Distribution of file formats on european physics server
Research within the scope of the DFN Project
EPRINT
Günter Rohen
Fachbereich Physik
Universität Oldenburg
Oldenburg, Tue Nov 11 14:23:09 CET 1997
The insanely fast development of the computer technology, particularly within
the data transfer, unforunately that means a certain confusion.
It is difficult to say, on what position of development we are here.
Whithin such a dynamically increasing branch of information technology
it is extremely important to know the state of development. Predicts and on
these based settings of the course at the concept planning could be realised. A
forseeing and forplanning concept supports a quality directed dynamic of the
development.
Within the scope of the German Research Net (DFN) project EPRINT such an
Investigation was done. EPRINT aspires to the examplary Arrangement of
a collection- and communicatorservices for preprints and other scientific and
specialist documents as well as the research of the optimal interlinking
distributed information systems.
The - at this time alternative - two concepts, first the concept of a central
preprint archive (like the preprint server at Los Alamos National Laboratory)
and the concept decentrale distributed gatherer and broker (Harvest)

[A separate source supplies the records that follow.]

@kernel
def critical_depth_batch(cb, fl, q, alpha, yc, status, count):
    """:func:`critical_depth` of every scenario s of a channel batch (discharge q[s], roughness row s).

    The squared Froude number of a section of several zones, 1 - dE/dy, is Q² times a function of depth
    and of the ratios of the zone conveyances (module notes of :mod:`gvflow._core.resistance`), and each
    zone's conveyance is proportional to 1/n (Manning) or C (Chezy): scenarios whose zone roughness rows
    are proportional (a discharge sweep, a roughness factor) share the scan of :func:`critical_depths`,
    taken once at a reference discharge q0 and scaled by (q/q0)², whenever their scan spans the same
    depths. The brackets found are then polished with each scenario's own discharge and roughness, so
    each depth is the one found alone, but for a grid point where dE/dy is zero to round-off. A scenario
    whose discharge is the previous one's and whose zone roughness row is proportional to it (a roughness
    factor) has the same Froude number at every depth, so the same critical depths: it takes the previous
    scenario's (the depth found alone to round-off; a polish of its own would only move it by that). A
    scenario whose zone roughness is not proportional to the scan's (zones drawn independently) keeps the
    scan's values below :func:`~gvflow._core.geometry.single_zone_depth`, where one zone holds all the
    water and the Froude number does not depend on the roughness, and scans the depths above again.
    """
    buf = np.empty(64)
    grid = np.empty(0)
    fr2 = np.empty(0)
    ref = -1
    top_ref = math.nan
    one_zone = single_zone_depth(cb.kind, cb.par) if cb.law != DARCY else 0.0
    for s in range(q.shape[0]):
        ch = Channel(cb.kind, cb.par, cb.law, cb.rough[s])
        if ch.kind != SURVEYED:
            yc[s], status[s], count[s] = critical_depth(ch, fl, q[s], alpha)
            continue
        if s > 0 and q[s] == q[s - 1] and cb.law != DARCY and proportional(cb.rough[s], cb.rough[s - 1]):
            yc[s], status[s], count[s] = yc[s - 1], status[s - 1], count[s - 1]
            continue
        top = _scan_top(ch, fl, q[s], alpha)
        if not top < math.inf:
            yc[s], status[s], count[s] = math.nan, NO_ROOT, 0
            continue
        if ref >= 0 and top == top_ref and not proportional(cb.rough[s], cb.rough[ref]):
            # the same grid: where at most one zone holds water the Froude number does not depend on the
            # roughness at all (Q² T/(g A³) of that zone), so only the depths above are scanned again
            rescale = (q[s] / q[ref]) * (q[s] / q[ref])
            for i in range(grid.size):
                if grid[i] < one_zone:
                    fr2[i] *= rescale
                else:
                    fr2[i] = froude_squared(ch, fl, q[s], grid[i], alpha)
            ref = s
        elif ref < 0 or top != top_ref or not proportional(cb.rough[s], cb.rough[ref]):
            ref = s
            top_ref = top
            grid = _scan_grid(ch, top)
            fr2 = _scan_froude(ch, fl, q[s], alpha, grid)
        scale = 1.0 if s == ref else (q[s] / q[ref]) * (q[s] / q[ref])
        n, st = _scan_minima(ch, fl, q[s], alpha, grid, fr2, scale, buf)
        yc[s], status[s], count[s] = _least_energy(ch, fl, q[s], alpha, buf, n, st)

Gatherer und Broker (Harvest) - should be connected. The gigantic requirement
of recources at the concept of the central server should be avoided and
minimalised by distributed mehtods.
One aim of EPRINT is the creation of decentral EPRINT Server, that should
collect publications. Specifically for this purpose matched search engines
should make the information accessible on the WWW.
Involved in this project are members of the universities Oldenburg,
Darmstadt, Augsburg und Halle.
The analysis of the Distribution of the files and formats on 150 servern in
european physikdepartments should be useful to a ballot of the search engines.
Popular search engines like Altavista a. o., that for example just have
slight search depth, are only suitable for the search of special scientific documents.
The depth ist here the number of links you got to pursue to get to the page
with the desired information.
Teh examplary analysis of the server in european physics departments should
also enable other people to create investigations to specialised search engines.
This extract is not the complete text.